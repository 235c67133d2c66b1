/**
 * MQTT fuzz: malformed, oversized, wrong-topic and wrong-schema packets and a storm of connects and disconnects, from
 * raw sockets (hand-built and garbled packets) and from authenticated units, while good units keep reporting. The
 * server must not crash, must stay within 150 MB of its idle resident memory, must count every bad message by its
 * reason, and must store every good reading.
 *
 * `npm test` runs 10,000 bad messages; `npm run fuzz:mqtt` runs BW_FUZZ_SCALE (default there 10) times as many.
 */
import { afterAll, beforeAll, describe, expect, it, onTestFinished } from 'vitest';
import mqttPacket from 'mqtt-packet';
import { unitTopic } from '../../shared/contracts/topics';
import { testDeviceSecret } from '../helpers/device-secrets';
import type { BrokerCounters } from '../../broker/broker';
import { createTestDatabase, type TestDatabase } from '../helpers/test-db';
import { startServerProcess, type ServerProcess } from '../helpers/server-process';
import { rawConnect, rawSocket, qos1, type RawClient } from '../helpers/raw-mqtt';
import { sample, waitFor } from '../helpers/fake-unit';
import { seededRandom } from '../shared/seeded-random';

const SCALE = Math.max(1, Number(process.env['BW_FUZZ_SCALE'] ?? 1));
const n = (count: number) => Math.round(count * SCALE);

let testDb: TestDatabase;
let server: ServerProcess;
let cookie = '';
beforeAll(async () => {
  testDb = await createTestDatabase({ seed: true });
  // The server in its own process, so its resident memory is measured alone and a crash shows as an exit.
  server = await startServerProcess(testDb.config.db.database, { BW_INGEST_FLUSH_MS: '20', BW_BROKER_CONNECT_TIMEOUT_MS: '1500' });
  const res = await fetch(`${server.url}/api/auth/sign-in`, {
    method: 'POST',
    headers: { 'Content-Type': 'application/json' },
    body: JSON.stringify({ email: 'tech1@saltmarsh.example', password: 'brightward-demo' }),
  });
  cookie = String(res.headers.get('set-cookie')).split(';')[0]!;
});
afterAll(async () => {
  await server?.kill('SIGTERM');
  await testDb?.drop();
});

interface Metrics {
  ingest: { rejected: Record<string, number> };
  broker: BrokerCounters;
}
async function metrics(): Promise<Metrics> {
  const res = await fetch(`${server.url}/api/metrics`, { headers: { Cookie: cookie } });
  if (res.status !== 200) throw new Error(`GET /api/metrics answered ${res.status}`);
  return (await res.json()) as Metrics;
}
const port = () => server.brokerPort;
const unitId = async (serial: string) => Number((await testDb.db('units').where({ serial }).first('id')).id);
const rowsOf = async (serial: string) =>
  Number(
    (
      (await testDb
        .db('telemetry')
        .where({ unit_id: await unitId(serial) })
        .count({ n: '*' })) as [{ n: number }]
    )[0].n,
  );

/** Seeded pseudo-random numbers, so a failing run can be repeated. */
const rng = seededRandom;

/** Runs `task(i)` for i in [0, count) with at most `width` at once. */
async function pool(count: number, width: number, task: (i: number) => Promise<void>): Promise<void> {
  let next = 0;
  await Promise.all(
    Array.from({ length: Math.min(width, count) }, async () => {
      while (next < count) await task(next++);
    }),
  );
}

const connectBytes = (fields: Record<string, unknown>) =>
  mqttPacket.generate({
    cmd: 'connect',
    protocolId: 'MQTT',
    protocolVersion: 4,
    clean: true,
    clientId: 'X-0001',
    keepalive: 30,
    ...fields,
  } as mqttPacket.IConnectPacket);

/** Bad first packets of a connection, each with the broker counter it must land in. */
const RAW_CLASSES: {
  name: string;
  counter: 'protocolErrors' | 'tooLarge' | 'connectTimeouts' | `refused.${string}`;
  bytes: () => Buffer | null;
}[] = [
  { name: 'reserved packet type 0', counter: 'protocolErrors', bytes: () => Buffer.from([0x00, 0x00]) },
  { name: 'reserved packet type 15', counter: 'protocolErrors', bytes: () => Buffer.from([0xf0, 0x00]) },
  {
    name: 'SUBSCRIBE with wrong header flags',
    counter: 'protocolErrors',
    bytes: () => Buffer.from([0x80, 0x06, 0x00, 0x01, 0x00, 0x01, 0x61, 0x00]),
  },
  {
    name: 'PUBLISH with both QoS bits set',
    counter: 'protocolErrors',
    bytes: () => Buffer.from([0x36, 0x05, 0x00, 0x01, 0x61, 0x00, 0x01]),
  },
  {
    name: 'CONNECT with a wrong protocol name',
    counter: 'protocolErrors',
    bytes: () => {
      const b = connectBytes({});
      b.write('MQTX', 4);
      return b;
    },
  },
  {
    name: 'CONNECT cut short inside its announced length',
    counter: 'protocolErrors',
    bytes: () => {
      const b = connectBytes({ username: 'X-0001', password: Buffer.from('p') });
      b[1] = 12;
      return b.subarray(0, 14);
    },
  },
  { name: 'PUBLISH before CONNECT', counter: 'protocolErrors', bytes: () => mqttPacket.generate(qos1('bw/v1/units/X/telemetry', '{}', 1)) },
  { name: 'PINGREQ before CONNECT', counter: 'protocolErrors', bytes: () => Buffer.from([0xc0, 0x00]) },
  {
    name: 'CONNECT announcing 200 MB',
    counter: 'tooLarge',
    bytes: () => Buffer.concat([Buffer.from([0x10, 0x80, 0x80, 0x80, 0x64]), Buffer.alloc(512, 0x41)]),
  },
  {
    name: 'CONNECT of 4 KB (a huge will)',
    counter: 'tooLarge',
    bytes: () => connectBytes({ will: { topic: 'bw/v1/units/X-0001/status', payload: Buffer.alloc(4000, 0x41), qos: 1, retain: true } }),
  },
  { name: 'MQTT 5 CONNECT', counter: 'refused.protocol_version', bytes: () => connectBytes({ protocolVersion: 5, properties: {} }) },
  {
    name: 'wrong secret',
    counter: 'refused.bad_credentials',
    bytes: () => connectBytes({ clientId: 'QHL-2402', username: 'QHL-2402', password: Buffer.from('not-the-secret') }),
  },
  {
    name: 'unknown serial',
    counter: 'refused.bad_credentials',
    bytes: () => connectBytes({ clientId: 'ZZZ-0001', username: 'ZZZ-0001', password: Buffer.from('x') }),
  },
  {
    name: "own credentials, another unit's client id",
    counter: 'refused.identifier_rejected',
    bytes: () => connectBytes({ clientId: 'FSC-2401', username: 'QHL-2402', password: Buffer.from(testDeviceSecret('QHL-2402')) }),
  },
  {
    name: "own credentials, will on another unit's status",
    counter: 'refused.will_denied',
    bytes: () =>
      connectBytes({
        clientId: 'QHL-2402',
        username: 'QHL-2402',
        password: Buffer.from(testDeviceSecret('QHL-2402')),
        will: { topic: unitTopic('FSC-2401', 'status'), payload: Buffer.from('{"v":1,"online":false}'), qos: 1, retain: true },
      }),
  },
  { name: 'nothing at all', counter: 'connectTimeouts', bytes: () => null },
];

const counterOf = (c: BrokerCounters, key: string): number =>
  key.startsWith('refused.') ? c.refused[key.slice(8) as keyof BrokerCounters['refused']] : (c[key as keyof BrokerCounters] as number);
const brokerTotal = (c: BrokerCounters) =>
  c.protocolErrors + c.tooLarge + c.connectTimeouts + c.pendingLimit + Object.values(c.refused).reduce((a, b) => a + b, 0);

/** Sends bytes on a fresh socket and waits for the broker to hang up. */
async function hitAndWait(bytes: Buffer | null): Promise<void> {
  const c = await rawSocket(port());
  if (bytes) c.send(bytes);
  await c.closed;
}

/** A unit's bad payloads on one connection: each is answered with a PUBACK (dropped and counted), the link stays up. */
function badPayloads(
  count: number,
  seed: number,
): { payloads: Buffer[]; leaves: ('telemetry' | 'weather')[]; reasons: Record<string, number> } {
  const r = rng(seed);
  const now = Date.now();
  const reasons: Record<string, number> = {};
  const payloads: Buffer[] = [];
  const kinds: [string, (i: number) => string | Buffer][] = [
    ['malformed_json', (i) => `{"v":1,"seq":${i},`],
    ['malformed_json', () => Buffer.from([0xff, 0xfe, 0x00, 0x7b])],
    ['invalid_payload', (i) => JSON.stringify({ ...sample(i, now - 60_000), poaWm2: 'bright' })],
    ['invalid_payload', (i) => JSON.stringify({ ...sample(i, now - 60_000), extra: true })],
    ['invalid_payload', (i) => JSON.stringify({ ...sample(i, now - 60_000), v: 2 })],
    ['invalid_payload', () => '[]'],
    ['invalid_payload', () => 'null'],
    ['oversized', () => Buffer.alloc(8193 + Math.floor(r() * 800), 0x20)],
    ['future_timestamp', (i) => JSON.stringify(sample(i, now + 3600_000))],
    ['too_old', (i) => JSON.stringify(sample(i, now - 500 * 86_400_000))],
  ];
  const weather = (i: number) =>
    JSON.stringify({ v: 1, ts: new Date(now - 60_000 - i).toISOString(), ghiWm2: 300, airTempC: 9, windMs: 30, gustMs: 45 });
  const leaves: ('telemetry' | 'weather')[] = [];
  for (let i = 0; i < count; i++) {
    // One in eleven is a fake gale from a unit that does not carry its site's weather station.
    const [reason, make, leaf] =
      r() < 1 / 11 ? ['weather_denied', weather, 'weather' as const] : [...kinds[Math.floor(r() * kinds.length)]!, 'telemetry' as const];
    reasons[reason] = (reasons[reason] ?? 0) + 1;
    payloads.push(Buffer.from(make(i)));
    leaves.push(leaf);
  }
  return { payloads, leaves, reasons };
}

/** Publishes that break a topic rule: the broker hangs up and counts the reason. Sequential per serial (one connection at a time). */
const ACL_CASES: { reason: string; serial: string; packet: (serial: string, id: number) => mqttPacket.Packet }[] = [
  {
    reason: 'retain_denied',
    serial: 'QHL-2402',
    packet: (s, id) => qos1(unitTopic(s, 'telemetry'), JSON.stringify(sample(id, Date.now() - 1000)), id, true),
  },
  { reason: 'retain_denied', serial: 'QHL-2403', packet: (s, id) => qos1(unitTopic(s, 'events'), '{"v":1}', id, true) },
  { reason: 'acl_denied', serial: 'QHL-2404', packet: (_s, id) => qos1(unitTopic('FSC-2401', 'telemetry'), '{}', id) },
  { reason: 'acl_denied', serial: 'QHL-2405', packet: (s, id) => qos1(unitTopic(s, 'commands'), '{}', id) },
  { reason: 'acl_denied', serial: 'QHL-2406', packet: (_s, id) => qos1(`$SYS/${id}/new/clients`, 'x', id) },
  { reason: 'packet_too_large', serial: 'QED-2406', packet: (s, id) => qos1(unitTopic(s, 'events'), Buffer.alloc(64 * 1024, 0x20), id) },
];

+ + + + + + +

> [Requirement]
Everything from the line with "beforeAll(async () =>" through the line with "server = await" should be written out exactly as it appears above, end lines included, and nothing outside that range.

> [Result]
beforeAll(async () => {
  testDb = await createTestDatabase({ seed: true });
  // The server in its own process, so its resident memory is measured alone and a crash shows as an exit.
  server = await startServerProcess(testDb.config.db.database, { BW_INGEST_FLUSH_MS: '20', BW_BROKER_CONNECT_TIMEOUT_MS: '1500' });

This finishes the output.